Work to be completed: Take the records below from their first line to the line with "const magnitude = Math.abs(value);", and restate those lines word for word.

[Excerpts from a dataset]
━━━━━━━━━━

/** `lagparity fit` for people: the report and the `--compare` ranking as tables (loaded only when not writing JSON). */
import type { FitReport } from '../model/fit-report-types.js';
import { compactTable } from './table.js';
import { fixed } from './output.js';
import { pValueText } from '../stats/p-value-text.js';

function number(value: number | null, digits = 4): string {
  if (value === null) return '-';
  const magnitude = Math.abs(value);
  if (magnitude !== 0 && (magnitude < 1e-3 || magnitude >= 1e6)) return value.toExponential(digits - 1);
  if (magnitude >= 1000) return fixed(value, 1);
  return String(Number(value.toPrecision(digits)));
}

/** The report as tables for people. */
export function renderFit(report: FitReport): string {
  const data = report.data;
  const model = report.family === 'binomial' ? `binomial ${report.link ?? ''}, ${report.likelihood ?? ''} likelihood` : 'least squares on accuracy';
  const lines = [
    `${data.file}: ${data.rows} rows (${data.shape.replace('_', ' ')}, ${data.attempts} attempts${data.players === null ? '' : `, ${data.players} player${data.players === 1 ? '' : 's'}`}; ${data.fitted_rows} after collapsing); ${model}: ${report.status}` +
      (report.statistics === null ? '' : ` (${report.statistics.iterations} iterations)`),
  ];
  if (report.coefficients.length === 0) return lines.join('\n');
  // One choice of errors, labelled, the same as the report's: the errors the model file keeps
  // (CR1 by player when clustered, else model-based); z, p and the interval come from them.
  const robust = report.coefficients.some((row) => row.robust !== null);
  const kept = robust ? 'robust SE' : 'model SE';
  const table = compactTable(
    ['term', 'estimate', kept, 'z', 'p', '95% interval', ...(robust ? ['model SE'] : [])],
    ['left', 'right', 'right', 'right', 'right', 'right', 'right'],
  );
  for (const row of report.coefficients) {
    const used = row.robust ?? row;
    table.push([row.name, number(row.estimate), number(used.std_error), fixed(used.z, 2), pValueText(used.p_value), `${number(used.ci_lower)} .. ${number(used.ci_upper)}`, ...(robust ? [number(row.std_error)] : [])]);
  }
  lines.push(table.toString());
  lines.push(
    robust
      ? `robust SE: CR1 by player (${report.cluster.clusters ?? 0} clusters), the errors the model file keeps; z, p (two-sided, normal) and the interval use them; model SE for comparison`
      : 'model SE: from the Fisher information at the estimate (McCullagh and Nelder 1989); z, p (two-sided, normal) and the interval use them',
  );
  const stats = report.statistics;
  if (stats !== null && report.family === 'binomial') {
    lines.push(
      `deviance ${fixed(stats.deviance, 2)} on ${stats.df_residual} df (null ${fixed(stats.null_deviance, 2)} on ${stats.df_null ?? '-'} df); log-likelihood ${fixed(stats.log_likelihood, 2)}; AIC ${fixed(stats.aic, 2)}; BIC ${fixed(stats.bic, 2)}`,
      `McFadden R² ${fixed(stats.mcfadden_r2, 4)}; Tjur R² ${fixed(stats.tjur_r2, 4)}; Brier ${fixed(stats.brier, 4)}`,
    );
  } else if (stats !== null) {
    lines.push(`R² ${fixed(stats.r_squared, 4)}; residual SD ${fixed(stats.residual_sd, 4)} on ${stats.df_residual} df; Brier ${fixed(stats.brier, 4)}`);
  }
  if (report.likelihood_ratio_tests.length > 0) {
    lines.push(
      `likelihood-ratio tests: ${report.likelihood_ratio_tests
        .map((test) => (test.status === 'tested' ? `${test.factor} chi² ${fixed(test.statistic, 2)} on ${test.df} df, p ${pValueText(test.p_value)}` : `${test.factor} not tested (${test.reason})`))
        .join('; ')}`,
    );
  }
  const cv = report.cross_validation;
  if (cv !== null) {
    lines.push(`cross-validation (${cv.folds} folds by ${cv.held_out === 'players' ? 'player' : 'row'}, seed ${cv.seed}): log loss ${fixed(cv.log_loss, 4)}, Brier ${fixed(cv.brier, 4)}, calibration error ${fixed(cv.calibration_error, 4)}`);
  }
  if (report.calibration.length > 0) {
    const bins = report.calibration.filter((bin) => bin.attempts > 0);
    lines.push(`calibration (predicted -> observed): ${bins.map((bin) => `${fixed(bin.mean_predicted, 2)}->${fixed(bin.observed, 2)}`).join(' ')}`);
  }
  if (report.baseline !== null && report.family === 'binomial') lines.push(`baseline least squares on accuracy: R² ${fixed(report.baseline.r_squared, 4)}`);
  if (report.scale_effect !== null) {
    lines.push(
      report.scale_effect.increasing
        ? `scale effect: increasing over the training range (smallest slope ${number(report.scale_effect.smallest_slope)} at ${report.scale_effect.at_latency_ms ?? '-'} ms)`
        : 'scale effect: NOT increasing over the training range; this model cannot be used for compensation',
    );
  }
  return lines.join('\n');
}

/** One ranked `--compare` candidate. */
export interface Ranked {
  readonly spec: string;
  readonly status: string;
  readonly log_loss: number | null;
  readonly brier: number | null;
  readonly calibration_error: number | null;
  readonly aic: number | null;
}

export function renderComparison(ranked: readonly Ranked[]): string {
  const table = compactTable(['rank', 'candidate', 'status', 'held-out log loss', 'Brier', 'calibration error', 'AIC'], ['right', 'left', 'left', 'right', 'right', 'right', 'right']);
  ranked.forEach((entry, index) => {
    table.push([String(index + 1), entry.spec, entry.status, fixed(entry.log_loss, 4), fixed(entry.brier, 4), fixed(entry.calibration_error, 4), fixed(entry.aic, 1)]);
  });
  return `comparison, best held-out log loss first:\n${table.toString()}`;
}
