/** What `field-check` and `report --live` share: their options, the refit commands' paths, and the check of a telemetry file. */
import { open } from 'node:fs/promises';
import { basename, dirname, join } from 'node:path';
import { type Issue, type Result, error, fail, ok, show } from '../issues.js';
import { checkFieldOnThreads, startCalibrationWorkers } from '../field/check-field-threads.js';
import type { FieldCheckReport } from '../field/field-types.js';
import { parseBandCuts } from '../field/latency-bands.js';
import type { RefitCommandInputs } from '../field/refit-commands.js';
import type { CompiledModel } from '../model/compile.js';
import type { CompiledRules } from '../solver/rules.js';
import { progressLine } from './progress.js';
import { readGrouped } from './read-grouped.js';
import { needsEngine } from '../engine/needs-engine.js';

/**
 * The latency resolution at which field-check groups Parquet files and globs (through DuckDB):
 * 0.001 ms returns any latency recorded to three decimals as the very double the CSV reader
 * parses (engine/grouping-sql.ts), so every row lands in the band it would from a CSV file.
 * fit's default of 1 ms would move rows within half a millisecond of a cut across it.
 */
export const FIELD_LATENCY_STEP_MS = 0.001;

export interface FieldSettings {
  readonly margin: number;
  readonly bands: readonly number[];
}

/** Parse the margin and band cuts of the options named `marginOption` and `bandsOption`. */
export function parseFieldSettings(marginText: string, bandsText: string, marginOption: string, bandsOption: string): Result<FieldSettings> {
  const issues: Issue[] = [];
  const margin = /^\d*\.?\d+$/.test(marginText.trim()) ? Number(marginText) : Number.NaN;
  if (!(margin > 0 && margin < 0.5)) issues.push(error('invalid_option', marginOption, `\`${marginOption}\` requires a hit-probability gap above 0 and below 0.5, such as 0.02, got ${show(marginText)}`));
  const bands = parseBandCuts(bandsText, bandsOption);
  if (!bands.ok) issues.push(...bands.issues);
  return issues.length > 0 || !bands.ok ? fail(issues) : ok({ margin, bands: bands.value });
}

/** Read a telemetry file and check it; its read warnings come with the report's. */
export async function checkTelemetry(
  telemetry: string,
  modelPath: string,
  model: CompiledModel,
  rules: CompiledRules | null,
  settings: FieldSettings,
  attribute: 'hit_area' | 'timing_window' | undefined,
  threads = 1,
): Promise<Result<FieldCheckReport>> {
  // Parquet files and globs are read through DuckDB, as fit reads them, but grouped at
  // FIELD_LATENCY_STEP_MS: the bands need each row's latency where the CSV reader puts it.
  // The fits' workers load while the file is read.
  const workers = startCalibrationWorkers(threads);
  const progress = progressLine('lagparity field-check');
  const read = await readGrouped(telemetry, progress, needsEngine(telemetry) ? { latencyStepMs: FIELD_LATENCY_STEP_MS } : { engine: false }).catch(async (thrown: unknown) => {
    await workers?.stop();
    throw thrown;
  });
  progress.done();
  if (!read.ok) {
    await workers?.stop();
    return read;
  }
  const { grouped, sha256 } = read.value;
  const options = {
    margin: settings.margin,
    bands: settings.bands,
    rules,
    ...(attribute === undefined ? {} : { attribute }),
    modelFile: basename(modelPath),
    sha256,
    commands: await commandInputs(telemetry, modelPath, model),
  };
  const report = await checkFieldOnThreads(grouped, model, options, threads, { workers });
  return report.ok ? ok(report.value, [...read.warnings, ...report.warnings]) : report;
}

/** The paths for the refit commands: the model's training file is looked for beside the model, by the name its provenance gives. */
async function commandInputs(telemetry: string, modelPath: string, model: CompiledModel): Promise<RefitCommandInputs> {
  const trainingPath = join(dirname(modelPath), basename(model.source.provenance.file));
  // A Parquet file or glob has no header line to compare: the combined refit is offered for CSV alone.
  const [trainingHeader, liveHeader] = await Promise.all([headerLine(trainingPath), needsEngine(telemetry) ? Promise.resolve(null) : headerLine(telemetry)]);
  return {
    telemetry,
    model: modelPath,
    training: trainingHeader === null ? null : { path: trainingPath, sameHeader: trainingHeader === liveHeader },
  };
}

/** The first line of a file (without a byte-order mark or CR), or null when it cannot be read. */
async function headerLine(path: string): Promise<string | null> {
  try {
    const handle = await open(path, 'r');
    try {
      const buffer = Buffer.alloc(64 * 1024);
      const { bytesRead } = await handle.read(buffer, 0, buffer.length, 0);
      const text = buffer.subarray(0, bytesRead).toString('utf8').replace(/^\uFEFF/, '');
      return text.split('\n', 1)[0]?.replace(/\r$/, '') ?? null;
    } finally {
      await handle.close();
    }
  } catch {
    return null;
  }
}
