/** `lagparity field-check`, run: check live telemetry against its model (options and help: `field-check-command.ts`). */
import { open } from 'node:fs/promises';
import { basename, dirname, join } from 'node:path';
import { type Issue, error, show } from '../issues.js';
import { checkField } from '../field/check-field.js';
import { parseBandCuts } from '../field/latency-bands.js';
import type { RefitCommandInputs } from '../field/refit-commands.js';
import type { CompiledModel } from '../model/compile.js';
import { loadModel, loadRules } from './inputs.js';
import { EXIT_BAD_INPUT, EXIT_FAILED_CHECK, EXIT_OK, reportIssues, writeOut } from './output.js';
import { progressLine, readGrouped } from './read-grouped.js';

export interface FieldCheckOptions {
  model: string;
  rules?: string;
  margin: string;
  bands: string;
  attribute?: string;
  json?: boolean;
}

export async function runFieldCheck(telemetry: string, options: FieldCheckOptions): Promise<number> {
  const issues: Issue[] = [];
  const margin = /^\d*\.?\d+$/.test(options.margin.trim()) ? Number(options.margin) : Number.NaN;
  if (!(margin > 0 && margin < 0.5)) issues.push(error('invalid_option', '--margin', `\`--margin\` requires a hit-probability gap above 0 and below 0.5, such as 0.02, got ${show(options.margin)}`));
  const bands = parseBandCuts(options.bands, '--bands');
  if (!bands.ok) issues.push(...bands.issues);
  const attribute = options.attribute;
  if (attribute !== undefined && attribute !== 'hit_area' && attribute !== 'timing_window') {
    issues.push(error('invalid_option', '--attribute', `\`--attribute\` requires hit_area or timing_window, got ${show(attribute)}`));
  }
  if (issues.length > 0 || !bands.ok) {
    reportIssues(issues);
    return EXIT_BAD_INPUT;
  }
  const [model, rules] = await Promise.all([loadModel(options.model), options.rules === undefined ? Promise.resolve(null) : loadRules(options.rules)]);
  if (!model.ok || (rules !== null && !rules.ok)) {
    reportIssues([...(model.ok ? [] : model.issues), ...(rules !== null && !rules.ok ? rules.issues : [])]);
    return EXIT_BAD_INPUT;
  }
  const progress = progressLine('field-check');
  const read = await readGrouped(telemetry, progress);
  progress.done();
  if (!read.ok) {
    reportIssues(read.issues);
    return EXIT_BAD_INPUT;
  }
  const { grouped, sha256 } = read.value;
  const report = checkField(grouped, model.value, {
    margin,
    bands: bands.value,
    rules: rules === null ? null : (rules.ok ? rules.value : null),
    ...(attribute === undefined ? {} : { attribute: attribute as 'hit_area' | 'timing_window' }),
    modelFile: basename(options.model),
    sha256,
    commands: await commandInputs(telemetry, options.model, model.value),
  });
  if (!report.ok) {
    reportIssues(report.issues);
    return EXIT_BAD_INPUT;
  }
  reportIssues([...read.warnings, ...report.warnings]);
  if (options.json) writeOut(JSON.stringify(report.value, null, 2));
  else {
    // The tables (cli-table3) load only for output to people.
    const { renderFieldCheck } = await import('./render-field-check.js');
    writeOut(renderFieldCheck(report.value));
  }
  return report.value.passed ? EXIT_OK : EXIT_FAILED_CHECK;
}

/** The paths for the refit commands: the model's training file is looked for beside the model, by the name its provenance gives. */
async function commandInputs(telemetry: string, modelPath: string, model: CompiledModel): Promise<RefitCommandInputs> {
  const trainingPath = join(dirname(modelPath), basename(model.source.provenance.file));
  const [trainingHeader, liveHeader] = await Promise.all([headerLine(trainingPath), headerLine(telemetry)]);
  return {
    telemetry,
    model: modelPath,
    training: trainingHeader === null ? null : { path: trainingPath, sameHeader: trainingHeader === liveHeader },
  };
}

/** The first line of a file (without a byte-order mark or CR), or null when it cannot be read. */
async function headerLine(path: string): Promise<string | null> {
  try {
    const handle = await open(path, 'r');
    try {
      const buffer = Buffer.alloc(64 * 1024);
      const { bytesRead } = await handle.read(buffer, 0, buffer.length, 0);
      const text = buffer.subarray(0, bytesRead).toString('utf8').replace(/^\uFEFF/, '');
      return text.split('\n', 1)[0]?.replace(/\r$/, '') ?? null;
    } finally {
      await handle.close();
    }
  } catch {
    return null;
  }
}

━━━━━━━━━━

Reply:
/** `lagparity fit` for people: the report and the `--compare` ranking as tables (loaded only when not writing JSON). */
import type { FitReport } from '../model/fit-report-types.js';
import { compactTable } from './table.js';
import { fixed } from './output.js';
import { pValueText } from '../stats/p-value-text.js';

function number(value: number | null, digits = 4): string {
  if (value === null) return '-';
  const magnitude = Math.abs(value);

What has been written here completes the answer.